Previous waves of automation technology mostly affected physical work activities, but gen AI is likely to have the biggest impact on knowledge work—especially activities involving decision making and collaboration. Professionals in fields such as education, law, technology, and the arts are likely to see parts of their jobs automated sooner than previously expected. This is because of generative AI’s ability to predict patterns in natural language and use it dynamically. The advanced machine learning that powers gen AI–enabled products has been decades in the making. But since ChatGPT came off the starting block in late 2022, new iterations of gen AI technology have been released several times a month.
The goal is to increase the diversity of training data and avoid overfitting, which can lead to better performance of machine learning models. Much of generative AI’s initial appeal is the ease and speed of creating content for various mediums, be it text, video, audio or graphics. This has sparked the emergence of new solutions harnessing the technology where the algorithm ingests existing content to generate new assets. The more data consumed by the algorithm, the more it learns with the goal of improving the quality of the output. This has led to much debate about how generative AI will automate and replace humans, from writing code to creating content to detecting fraud.
It is therefore crucial for CDOs to set up systems to actively track and manage progress on their generative AI initiatives and to understand how well data is performing in supporting the business’s goals. Many vendors are already rolling out products, requiring CDOs to identify the capabilities for which they can rely on vendors and which they should build themselves. One rule of thumb is that for data governance processes that are unique to the business, it’s better to build your own tool. Note that many tools and capabilities are new and may work well in experimental environments but not at scale. When you’re asking a model to train using nearly the entire internet, it’s going to cost you.

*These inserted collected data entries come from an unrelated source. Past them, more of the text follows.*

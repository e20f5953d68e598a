//! Debouncing of the contact "hatch button".
//!
//! Made by harness. Change the requirement and make it anew rather than edit it.
//!
//! recording recordings/hatch_button.vcd, channel dryer.hatch_button
//!
//! # What is proved
//!
//! For every waveform inside `ENVELOPE` every operation is reported exactly once, within `BOUNDS`.
//! The closed form of the law says so, and the compiler checks it again at every build.
//!
//! At the clock below a make is reported after less than 12.3 ms, a break after less than 12.3 ms,
//! as this was written.
//!
//! # Use
//!
//! ```ignore
//! let mut contact = hatch_button::starting();
//! // At every tick; the line is high while the contact is closed.
//! let sample = Position::closed_if(line_is_high());
//! if let Some(event) = contact.tick(sample) { /* ... */ }
//! ```

#![allow(dead_code, reason = "a program uses what it needs of this module")]

use debounce_core::{
    Bounds, Config, ConstLaw, Envelope, Period, Position, Running, Starting, StateMachine,
    StateMachineParameters, TickClock, Verdict,
};

/// The tick period, 2 ms.
pub const PERIOD: Period = Period::from_ns(2_000_000);

/// The sample clock: period, tolerance, jitter of a sample instant, ticks lost in a row.
pub const CLOCK: TickClock = TickClock::new(PERIOD)
    .tolerance_ppm(20_000)
    .jitter_ns(20_000)
    .lost(0);

/// Longest allowed delay of the report of a make, in nanoseconds: 15 ms.
pub const LATENCY_MAKE_NS: u64 = 15_000_000;

/// Longest allowed delay of the report of a break, in nanoseconds: 20 ms.
pub const LATENCY_BREAK_NS: u64 = 20_000_000;

/// Shortest time open, in nanoseconds: 60 ms.
pub const SHORTEST_OPEN_NS: u64 = 60_000_000;

/// Shortest time closed, in nanoseconds: 60 ms.
pub const SHORTEST_CLOSED_NS: u64 = 60_000_000;

/// Longest bounce after a make, in nanoseconds: 5 ms.
pub const BOUNCE_MAKE_NS: u64 = 5_000_000;

/// Longest bounce after a break, in nanoseconds: 5 ms.
pub const BOUNCE_BREAK_NS: u64 = 5_000_000;

/// Widest disturbance that begins while open, in nanoseconds: 300 us.
pub const DISTURBANCE_OPEN_NS: u64 = 300_000;

/// Widest disturbance that begins while closed, in nanoseconds: 300 us.
pub const DISTURBANCE_CLOSED_NS: u64 = 300_000;

/// Shortest time between two disturbances, in nanoseconds: 9 ms.
pub const QUIET_NS: u64 = 9_000_000;

/// Shortest settled time between a bounce and a disturbance, in nanoseconds: 0 ns.
pub const CALM_NS: u64 = 0;

/// The waveforms that the claim is made for, in samples; lost ticks are taken off already.
///
/// Shortest open, closed; bounce at make, break; disturbance while open, closed; quiet; calm.
pub const ENVELOPE: Envelope = Envelope::clean(29, 29)
    .bounce(3, 3)
    .glitch(1, 1)
    .quiet(4)
    .calm(0);

/// In ticks, each for a make and for a break.
pub const PARAMETERS: StateMachineParameters<u8> = StateMachineParameters::confirm(2, 2)
    .patience(2, 2)
    .lockout(2, 2);

/// The law with its parameters.
pub const LAW: StateMachine<u8> = StateMachine::<u8>::new(PARAMETERS);

/// The proved latencies, in samples: reporting on the first sample that could see it is 1.
pub const BOUNDS: Bounds = match LAW.verdict(&ENVELOPE) {
    Verdict::Holds(bounds) => bounds,
    _ => panic!("the parameters of LAW do not hold inside ENVELOPE; choose them anew"),
};

/// The contact as a configuration: its law takes no room.
pub struct HatchButton;

impl Config for HatchButton {
    type Law = StateMachine<u8>;
    const LAW: Self::Law = LAW;
}

/// The debouncer of this contact from a known position.
pub type Debouncer = Running<ConstLaw<HatchButton>>;

/// The debouncer of this contact from power-up, when its position is not known yet.
pub type StartingDebouncer = Running<Starting<ConstLaw<HatchButton>>>;

/// Runs the law, settled at `position`.
#[must_use]
pub fn debouncer(position: Position) -> Debouncer {
    Running::new(ConstLaw::new(), position)
}

/// Runs the law from power-up: the first settled position is no edge.
#[must_use]
pub fn starting() -> StartingDebouncer {
    Running::starting(ConstLaw::new())
}

// The build stops when an edit leaves what was required or proved.
const _: () = assert!(
    CLOCK.samples_touched(BOUNCE_MAKE_NS) <= ENVELOPE.bounce.make
        && CLOCK.samples_touched(BOUNCE_BREAK_NS) <= ENVELOPE.bounce.break_
        && CLOCK.samples_touched(DISTURBANCE_OPEN_NS) <= ENVELOPE.glitch.open
        && CLOCK.samples_touched(DISTURBANCE_CLOSED_NS) <= ENVELOPE.glitch.closed,
    "the clock or a time of the requirement leaves ENVELOPE; make this module anew"
);

const _: () = assert!(
    CLOCK.samples_seen(SHORTEST_OPEN_NS) >= ENVELOPE.dwell.open
        && CLOCK.samples_seen(SHORTEST_CLOSED_NS) >= ENVELOPE.dwell.closed
        && CLOCK.samples_seen(QUIET_NS) >= ENVELOPE.quiet
        && CLOCK.samples_seen(CALM_NS) >= ENVELOPE.calm,
    "the clock or a time of the requirement leaves ENVELOPE; make this module anew"
);

/// Most samples of latency that the requirement allows at a make.
pub const ALLOWED_MAKE: u32 = 7;

/// Most samples of latency that the requirement allows at a break.
pub const ALLOWED_BREAK: u32 = 9;

const _: () = assert!(
    LAW.verdict(&ENVELOPE)
        .holds_within(ALLOWED_MAKE, ALLOWED_BREAK),
    "the parameters of LAW no longer keep the requirement; choose them anew"
);

const _: () = assert!(
    CLOCK.delay_ns(BOUNDS.latency.make.worst).1 <= LATENCY_MAKE_NS
        && CLOCK.delay_ns(BOUNDS.latency.break_.worst).1 <= LATENCY_BREAK_NS,
    "a proved latency takes longer than the requirement allows; choose anew"
);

Generative AI’s potential impact on knowledge work
The findings suggest that hiring for AI-related roles remains a challenge but has become somewhat easier over the past year, which could reflect the spate of layoffs at technology companies from late 2022 through the first half of 2023. While AI high performers are not immune to the challenges of capturing value from AI, the results suggest Yakov Livshits that the difficulties they face reflect their relative AI maturity, while others struggle with the more foundational, strategic elements of AI adoption. Respondents at AI high performers most often point to models and tools, such as monitoring model performance in production and retraining models as needed over time, as their top challenge.

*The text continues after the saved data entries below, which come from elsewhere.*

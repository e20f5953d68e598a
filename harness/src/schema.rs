//! The schemas of what `--json` prints, as published in `harness/schema`: JSON Schema, draft 2020-12.
//!
//! One file for each command; what several share stands in `common.json`. [`bundled`] puts both together.

use serde_json::{Map, Value};

/// What several commands share.
const COMMON: &str = include_str!("../schema/common.json");

/// The schema files, by command.
macro_rules! files {
    ($($name:literal),+ $(,)?) => {
        const FILES: &[(&str, &str)] = &[$(($name, include_str!(concat!("../schema/", $name, ".json")))),+];
    };
}

files!(
    "study",
    "characterise",
    "choose",
    "prove",
    "limit",
    "compare",
    "replay",
    "generate",
    "network",
    "emit",
    "recheck",
    "schema",
    "completions",
    "manual",
    // What is printed when nothing could be understood of what was typed.
    "usage",
);

/// How a file refers to what several share.
const SHARED: &str = "common.json#/$defs/";

/// The commands that have a schema.
pub fn names() -> impl Iterator<Item = &'static str> {
    FILES.iter().map(|&(name, _)| name)
}

/// The schema of what `command` prints with `--json`, complete in itself.
///
/// # Panics
/// Never: the tests bundle every file.
#[must_use]
pub fn bundled(command: &str) -> Option<Value> {
    let (_, text) = FILES.iter().find(|(name, _)| *name == command)?;
    let parse = |text: &str| serde_json::from_str::<Value>(text).expect("the schemas are tested");
    let (mut schema, common) = (parse(text), parse(COMMON));
    let mut definitions = Map::new();
    let mut wanted = Vec::new();
    inline(&mut schema, &mut wanted);
    while let Some(name) = wanted.pop() {
        if !definitions.contains_key(&name) {
            let mut definition = common["$defs"][&name].clone();
            assert!(!definition.is_null(), "common.json defines no {name}");
            inline(&mut definition, &mut wanted);
            definitions.insert(name, definition);
        }
    }
    schema["$defs"] = Value::Object(definitions);
    Some(schema)
}

/// Makes references to what is shared local, and notes what they refer to.
fn inline(schema: &mut Value, wanted: &mut Vec<String>) {
    match schema {
        Value::Array(items) => items.iter_mut().for_each(|item| inline(item, wanted)),
        Value::Object(members) => {
            for (key, value) in members {
                match value {
                    Value::String(text) if key == "$ref" => {
                        if let Some(name) = text.strip_prefix(SHARED) {
                            wanted.push(name.to_owned());
                            *text = format!("#/$defs/{name}");
                        }
                    }
                    other => inline(other, wanted),
                }
            }
        }
        _ => {}
    }
}

#[cfg(test)]
mod tests {
    use super::*;

    #[test]
    fn schema_of_every_command_is_complete_in_itself() {
        for name in names() {
            let schema = bundled(name).expect("a schema");
            assert_eq!(schema["$schema"], "https://json-schema.org/draft/2020-12/schema", "{name}");
            assert!(!schema.to_string().contains("common.json"), "{name}");
            assert_eq!(schema["properties"]["schema"]["const"], crate::cli::SCHEMA, "{name}");
        }
        assert_eq!(bundled("no-such-command"), None);
    }
}
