//! Input as it came: whether it is text at all, and how pieces of it are shown in messages.

/// Whether these bytes are no text. A stray control character does not make them so: that is for a reader to find,
/// with its place.
pub(crate) fn is_binary(bytes: &[u8]) -> bool {
    let is_odd = |&&byte: &&u8| byte < b' ' && !byte.is_ascii_whitespace() && byte != 0x0b;
    bytes.contains(&0) || bytes.iter().filter(is_odd).count() > bytes.len() / 32
}

/// A piece of input for a message: quoted, printable, and short.
pub(crate) fn quoted(input: impl AsRef<[u8]>) -> String {
    const SHOWN: usize = 32;
    let bytes = input.as_ref();
    // No character takes more than four bytes, so what is cut off here is not shown anyway.
    let text = String::from_utf8_lossy(&bytes[..bytes.len().min(4 * SHOWN)]);
    let mut shown: String = text.chars().take(SHOWN).flat_map(char::escape_debug).collect();
    if text.chars().count() > SHOWN || bytes.len() > 4 * SHOWN {
        shown.push_str("...");
    }
    format!("\"{shown}\"")
}

#[cfg(test)]
mod tests {
    use super::*;

    #[test]
    fn binary_bytes_are_told_from_text_with_a_stray_character() {
        assert!(!is_binary(b""));
        assert!(!is_binary(b"time,gate\r\n\t0,1\x0b\n"));
        assert!(is_binary(b"time,gate\n0,\0"));
        let text = |odd: usize| [vec![b'a'; 64 - odd], vec![7; odd]].concat();
        assert!(!is_binary(&text(2)));
        assert!(is_binary(&text(3)));
    }

    #[test]
    fn quoted_long_or_strange_input_stays_short_and_printable() {
        assert_eq!(quoted("größe"), "\"größe\"");
        assert_eq!(quoted(b"a\x00\"b"), "\"a\\0\\\"b\"");
        assert_eq!(quoted([b'y'; 1000]), format!("\"{}...\"", "y".repeat(32)));
        let wide = "\u{1f600}".repeat(32);
        assert_eq!(quoted(&wide), format!("\"{wide}\""));
        assert_eq!(quoted(wide.clone() + "!"), format!("\"{wide}...\""));
    }
}
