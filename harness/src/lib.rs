//! The workbench: records, characterises, chooses, proves and ships the conditioning of a contact.
#![forbid(unsafe_code)]

pub mod replay;
pub mod sample;
pub mod trace;
pub mod truth;
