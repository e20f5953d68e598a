//! What the contact really did, beside what the line showed.

use debounce_core::{Change, Position};

use crate::trace::Trace;

/// One change of the contact: the instant at which its parts first touched or first parted.
///
/// Truth comes from the segmentation of a recording or from the synthesiser; a disturbance is no change.
#[derive(Clone, Copy, PartialEq, Eq, Debug)]
pub struct TruthChange {
    /// What the contact did.
    pub change: Change,
    /// When it began to.
    pub at_ns: u64,
}

/// Why a list of changes is no truth about a trace. Changes are counted from 1.
#[derive(Clone, Copy, PartialEq, Eq, Debug, thiserror::Error)]
#[non_exhaustive]
pub enum TruthError {
    /// Two makes or two breaks in a row, or a first change to where the trace already is.
    #[error(
        "true change {number} at {at_ns} ns leads to where the contact already is; makes and breaks must alternate, beginning away from the trace's first position"
    )]
    NotAlternating {
        /// Which change.
        number: usize,
        /// Its time.
        at_ns: u64,
    },
    /// A change is not later than the one before it, or lies outside the trace.
    #[error("true change {number} at {at_ns} ns must lie after {after_ns} ns and not after {end_ns} ns")]
    OutOfOrder {
        /// Which change.
        number: usize,
        /// Its time.
        at_ns: u64,
        /// The change before it, or the start of the trace.
        after_ns: u64,
        /// The end of the trace.
        end_ns: u64,
    },
}

/// Checks that `truth` alternates, begins away from the trace's first position, rises strictly and lies in
/// `start < at <= end`.
///
/// # Errors
/// The first change that does not.
pub fn check_truth(trace: &Trace, truth: &[TruthChange]) -> Result<(), TruthError> {
    let mut position: Position = trace.initial();
    let mut after_ns = trace.start_ns();
    for (index, &TruthChange { change, at_ns }) in truth.iter().enumerate() {
        let number = index + 1;
        if change.to() == position {
            return Err(TruthError::NotAlternating { number, at_ns });
        }
        if at_ns <= after_ns || at_ns > trace.end_ns() {
            return Err(TruthError::OutOfOrder { number, at_ns, after_ns, end_ns: trace.end_ns() });
        }
        position = change.to();
        after_ns = at_ns;
    }
    Ok(())
}

#[cfg(test)]
mod tests {
    use super::*;

    const OPEN_1_US: fn() -> Trace =
        || Trace::new(Position::Open, 100, 1_100, vec![200, 900], 1).expect("valid");

    #[track_caller]
    fn check(changes: &[(Change, u64)], expected: Result<(), TruthError>) {
        let truth: Vec<_> = changes.iter().map(|&(change, at_ns)| TruthChange { change, at_ns }).collect();
        assert_eq!(check_truth(&OPEN_1_US(), &truth), expected);
    }

    #[test]
    fn truth_in_and_out_of_order_is_told_apart() {
        let out =
            |number, at_ns, after_ns| Err(TruthError::OutOfOrder { number, at_ns, after_ns, end_ns: 1_100 });
        check(&[], Ok(()));
        check(&[(Change::Make, 101), (Change::Break, 1_100)], Ok(()));
        check(&[(Change::Make, 100)], out(1, 100, 100));
        check(&[(Change::Make, 200), (Change::Break, 200)], out(2, 200, 200));
        check(&[(Change::Make, 200), (Change::Break, 201)], Ok(()));
        check(&[(Change::Make, 1_101)], out(1, 1_101, 100));
    }

    #[test]
    fn truth_that_does_not_alternate_is_refused() {
        check(&[(Change::Break, 200)], Err(TruthError::NotAlternating { number: 1, at_ns: 200 }));
        check(
            &[(Change::Make, 200), (Change::Make, 300)],
            Err(TruthError::NotAlternating { number: 2, at_ns: 300 }),
        );
    }
}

I think then we’ll actually be able to automate a lot of the tedious tasks currently preventing us from doing more value-added activities. While technology has already revolutionized this sector, not least with the advent and mass adoption of e-commerce, the next wave of transformation is imminent. Customers increasingly expect experiences powered by software and on par with those offered or enabled by the most successful software and tech players.

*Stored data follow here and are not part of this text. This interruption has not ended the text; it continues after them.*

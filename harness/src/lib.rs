//! The workbench: records, characterises, chooses, proves and ships the conditioning of a contact.
#![forbid(unsafe_code)]

pub mod emit;
pub mod machine;
pub mod prove;
pub mod report;
pub mod trace;
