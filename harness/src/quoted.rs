//! Pieces of input in messages.

/// A piece of input for a message: quoted, printable, and short.
pub(crate) fn quoted(input: impl AsRef<[u8]>) -> String {
    const SHOWN: usize = 32;
    let bytes = input.as_ref();
    // No character takes more than four bytes, so what is cut off here is not shown anyway.
    let text = String::from_utf8_lossy(&bytes[..bytes.len().min(4 * SHOWN)]);
    let mut shown: String = text.chars().take(SHOWN).flat_map(char::escape_debug).collect();
    if text.chars().count() > SHOWN || bytes.len() > 4 * SHOWN {
        shown.push_str("...");
    }
    format!("\"{shown}\"")
}

#[cfg(test)]
mod tests {
    use super::*;

    #[test]
    fn quoted_long_or_strange_input_stays_short_and_printable() {
        assert_eq!(quoted("größe"), "\"größe\"");
        assert_eq!(quoted(b"a\x00\"b"), "\"a\\0\\\"b\"");
        assert_eq!(quoted([b'y'; 1000]), format!("\"{}...\"", "y".repeat(32)));
        let wide = "\u{1f600}".repeat(32);
        assert_eq!(quoted(&wide), format!("\"{wide}\""));
        assert_eq!(quoted(wide.clone() + "!"), format!("\"{wide}...\""));
    }
}
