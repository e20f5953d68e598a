//! The envelope in time: what is claimed of the contact itself, before any clock looks at it.

use debounce_core::{Envelope, PerChange, PerPosition, Period, TickClock};

use crate::quantity::{TickPeriod, Time};

/// The set of waveforms a claim is made for, in nanoseconds. The same clauses as [`Envelope`], before sampling.
///
/// A requirement states these times once; every tick period is then judged on the same physics through
/// [`in_ticks`](Self::in_ticks).
#[derive(Clone, Copy, PartialEq, Eq, Hash, Debug)]
pub struct PhysicalEnvelope {
    /// Longest time from the first edge of a change to its last.
    pub bounce_ns: PerChange<u64>,
    /// Widest disturbance that begins in each position.
    pub glitch_ns: PerPosition<u64>,
    /// Shortest time from the end of a disturbance to the beginning of the next.
    pub quiet_ns: u64,
    /// Shortest settled time between a bounce and a disturbance that begins outside bounce; 0: disturbances
    /// know nothing of the contact.
    pub calm_ns: u64,
    /// Shortest time from the first edge of one change to the first edge of the next.
    pub dwell_ns: PerPosition<u64>,
}

/// Why an envelope in time has no counterpart at a sample clock.
#[derive(Clone, Copy, PartialEq, Eq, Debug, thiserror::Error)]
#[non_exhaustive]
pub enum TickError {
    /// The clock cannot tell one disturbance from the next.
    #[error(
        "disturbances {} apart come faster than a tick of {} can tell apart; use a tick period of {} or less",
        exact(*.quiet_ns),
        period_text(*.period_numerator_ns, *.period_denominator),
        exact(*.longest_period_ns)
    )]
    QuietUnseen {
        /// The quiet between disturbances.
        quiet_ns: u64,
        /// Numerator of the tick period in nanoseconds.
        period_numerator_ns: u64,
        /// Denominator of the tick period in nanoseconds.
        period_denominator: u32,
        /// The longest tick period, in whole nanoseconds, at which at least one sample falls between two
        /// disturbances.
        longest_period_ns: u64,
    },
    /// No tick period helps: the sample instants wander by more than the quiet.
    #[error(
        "disturbances {} apart come closer than the sample instants wander ({} of jitter); \
         no tick period can tell them apart, reduce the jitter or state a longer quiet",
        exact(*.quiet_ns),
        exact(*.jitter_ns)
    )]
    QuietBelowJitter {
        /// The quiet between disturbances.
        quiet_ns: u64,
        /// The jitter of the clock.
        jitter_ns: u64,
    },
}

/// Every digit: these figures are for comparing and copying.
fn exact(ns: u64) -> String {
    format!("{:.20}", Time::from_ns(ns))
}

fn period_text(numerator_ns: u64, denominator: u32) -> String {
    let period = Period::try_from_ratio(numerator_ns, denominator).map(TickPeriod::from);
    period.map_or_else(|| format!("{numerator_ns}/{denominator} ns"), |period| period.to_string())
}

impl PhysicalEnvelope {
    /// A contact that neither bounces nor picks anything up, with the given shortest times in each position.
    #[must_use]
    pub const fn clean(dwell_open_ns: u64, dwell_closed_ns: u64) -> Self {
        Self {
            bounce_ns: PerChange { make: 0, break_: 0 },
            glitch_ns: PerPosition { open: 0, closed: 0 },
            quiet_ns: 0,
            calm_ns: 0,
            dwell_ns: PerPosition { open: dwell_open_ns, closed: dwell_closed_ns },
        }
    }

    /// Whether the envelope holds any disturbance at all; without one, quiet and calm say nothing.
    #[must_use]
    pub const fn has_disturbances(&self) -> bool {
        self.glitch_ns.open > 0 || self.glitch_ns.closed > 0
    }

    /// The envelope as `clock` samples it, every number rounded toward the safe side.
    ///
    /// Bounce and disturbances become the most samples they can touch; dwell, quiet and calm the fewest that
    /// see them. The clock's lost ticks are taken off there, so the result has `lost` = 0. A dwell may come
    /// out at 0: an operation that can fall between two samples, which the prover answers with a witness.
    ///
    /// A disturbance may begin an instant before a change, between two samples: all its samples then follow the
    /// change, where the old position's width or the lack of calm would forbid them. They count as bounce.
    ///
    /// # Errors
    /// When quiet comes out at 0 while there are disturbances; the error names the tick period at which it
    /// would not.
    pub const fn in_ticks(&self, clock: &TickClock) -> Result<Envelope, TickError> {
        let quiet = if self.has_disturbances() {
            match clock.samples_seen(self.quiet_ns) {
                0 => return Err(self.quiet_error(clock)),
                quiet => quiet,
            }
        } else {
            1
        };
        let (open, closed) =
            (clock.samples_touched(self.glitch_ns.open), clock.samples_touched(self.glitch_ns.closed));
        let calm = clock.samples_seen(self.calm_ns);
        let make = with_straddling(clock.samples_touched(self.bounce_ns.make), open, closed, calm);
        let break_ = with_straddling(clock.samples_touched(self.bounce_ns.break_), closed, open, calm);
        Ok(Envelope::clean(clock.samples_seen(self.dwell_ns.open), clock.samples_seen(self.dwell_ns.closed))
            .bounce(make, break_)
            .glitch(open, closed)
            .quiet(quiet)
            .calm(calm))
    }

    const fn quiet_error(&self, clock: &TickClock) -> TickError {
        // floor((q - J) / (T (1 + tolerance))) >= lost + 1, solved for T in whole nanoseconds.
        let usable = self.quiet_ns.saturating_sub(clock.jitter()) as u128 * 1_000_000;
        let divisor = (clock.lost_ticks() as u128 + 1) * (1_000_000 + clock.ppm() as u128);
        // At most the quiet itself, so it fits.
        let longest_period_ns = (usable / divisor) as u64;
        if longest_period_ns == 0 {
            return TickError::QuietBelowJitter { quiet_ns: self.quiet_ns, jitter_ns: clock.jitter() };
        }
        TickError::QuietUnseen {
            quiet_ns: self.quiet_ns,
            period_numerator_ns: clock.period().numerator_ns(),
            period_denominator: clock.period().denominator(),
            longest_period_ns,
        }
    }
}

/// The bounce after a change, where a disturbance of `straddling` samples may begin just before the change and be seen
/// only after it. Without calm, a disturbance of the new position explains up to its own width.
const fn with_straddling(bounce: u32, straddling: u32, of_new_position: u32, calm: u32) -> u32 {
    let is_explained = calm == 0 && straddling <= of_new_position;
    if is_explained || straddling <= bounce { bounce } else { straddling }
}

#[cfg(test)]
mod tests {
    use super::*;

    const MS: u64 = 1_000_000;

    fn button() -> PhysicalEnvelope {
        PhysicalEnvelope {
            bounce_ns: PerChange { make: 5 * MS, break_: 3 * MS + 1 },
            glitch_ns: PerPosition { open: MS / 2, closed: 0 },
            quiet_ns: 10 * MS,
            calm_ns: 4 * MS - 1,
            dwell_ns: PerPosition { open: 60 * MS, closed: 40 * MS - 1 },
        }
    }

    #[test]
    fn physical_envelope_at_1_ms_rounds_every_clause_to_the_safe_side() {
        let ticks = button().in_ticks(&TickClock::new(Period::from_ms(1))).unwrap();
        assert_eq!(ticks, Envelope::clean(60, 39).bounce(5, 4).glitch(1, 0).quiet(10).calm(3));
    }

    #[test]
    fn physical_envelope_disturbance_unseen_before_a_change_counts_as_bounce() {
        let clock = TickClock::new(Period::from_ms(1));
        let ticks = |open, closed, calm_ns| {
            let glitch_ns = PerPosition { open: open * MS, closed: closed * MS };
            let bounce_ns = PerChange { make: 2 * MS, break_: 2 * MS };
            let physical = PhysicalEnvelope { glitch_ns, bounce_ns, calm_ns, ..button() };
            physical.in_ticks(&clock).unwrap().bounce
        };
        assert_eq!(ticks(2, 1, 0), PerChange { make: 2, break_: 2 });
        assert_eq!(ticks(3, 1, 0), PerChange { make: 3, break_: 2 });
        assert_eq!(ticks(1, 3, 0), PerChange { make: 2, break_: 3 });
        assert_eq!(ticks(3, 3, 0), PerChange { make: 2, break_: 2 });
        assert_eq!(ticks(3, 3, MS - 1), PerChange { make: 2, break_: 2 });
        assert_eq!(ticks(3, 3, MS), PerChange { make: 3, break_: 3 });
    }

    #[test]
    fn physical_envelope_with_lost_ticks_takes_them_off_once() {
        let ticks = button().in_ticks(&TickClock::new(Period::from_ms(1)).lost(2)).unwrap();
        assert_eq!(ticks, Envelope::clean(58, 37).bounce(5, 4).glitch(1, 0).quiet(8).calm(1));
        assert_eq!(ticks.delivered(), ticks);
    }

    #[track_caller]
    fn check_named_period(envelope: PhysicalEnvelope, clock: impl Fn(Period) -> TickClock, expected_ns: u64) {
        let too_slow = clock(Period::from_ns(expected_ns + 1));
        match envelope.in_ticks(&too_slow) {
            Err(TickError::QuietUnseen { longest_period_ns, .. }) => {
                assert_eq!(longest_period_ns, expected_ns)
            }
            other => panic!("expected an unseen quiet, found {other:?}"),
        }
        assert_eq!(envelope.in_ticks(&clock(Period::from_ns(expected_ns))).unwrap().quiet, 1);
    }

    #[test]
    fn physical_envelope_quiet_unseen_names_the_period_that_works() {
        check_named_period(button(), TickClock::new, 10 * MS);
        check_named_period(button(), |period| TickClock::new(period).lost(1), 5 * MS);
        check_named_period(button(), |period| TickClock::new(period).jitter_ns(MS), 9 * MS);
        check_named_period(button(), |period| TickClock::new(period).tolerance_ppm(250_000), 8 * MS);
    }

    #[test]
    fn physical_envelope_quiet_within_jitter_says_that_no_period_works() {
        let clock = TickClock::new(Period::from_ms(1)).jitter_ns(10 * MS);
        let error = button().in_ticks(&clock).unwrap_err();
        assert_eq!(error, TickError::QuietBelowJitter { quiet_ns: 10 * MS, jitter_ns: 10 * MS });
    }

    #[test]
    fn physical_envelope_at_30_hz_prints_the_exact_period() {
        let error = button().in_ticks(&TickClock::new(Period::from_hz(30))).unwrap_err();
        assert_eq!(
            error.to_string(),
            "disturbances 10 ms apart come faster than a tick of 30 Hz can tell apart; \
             use a tick period of 10 ms or less"
        );
    }

    #[test]
    fn physical_envelope_without_disturbances_needs_no_quiet() {
        let clean = PhysicalEnvelope::clean(60 * MS, 40 * MS);
        let ticks = clean.in_ticks(&TickClock::new(Period::from_ms(10))).unwrap();
        assert_eq!(ticks, Envelope::clean(6, 4));
    }
}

If worker transitions and other risks can be managed, generative AI could contribute substantively to economic growth and support a more sustainable, inclusive world. The survey results show that AI high performers—that is, organizations where respondents say at least 20 percent of EBIT in 2022 was attributable to AI use—are going all in on artificial intelligence, both with gen AI and more traditional AI capabilities. These organizations that achieve significant value from AI are already using gen AI in more business functions than other organizations do, especially in product and service development and risk and supply chain management.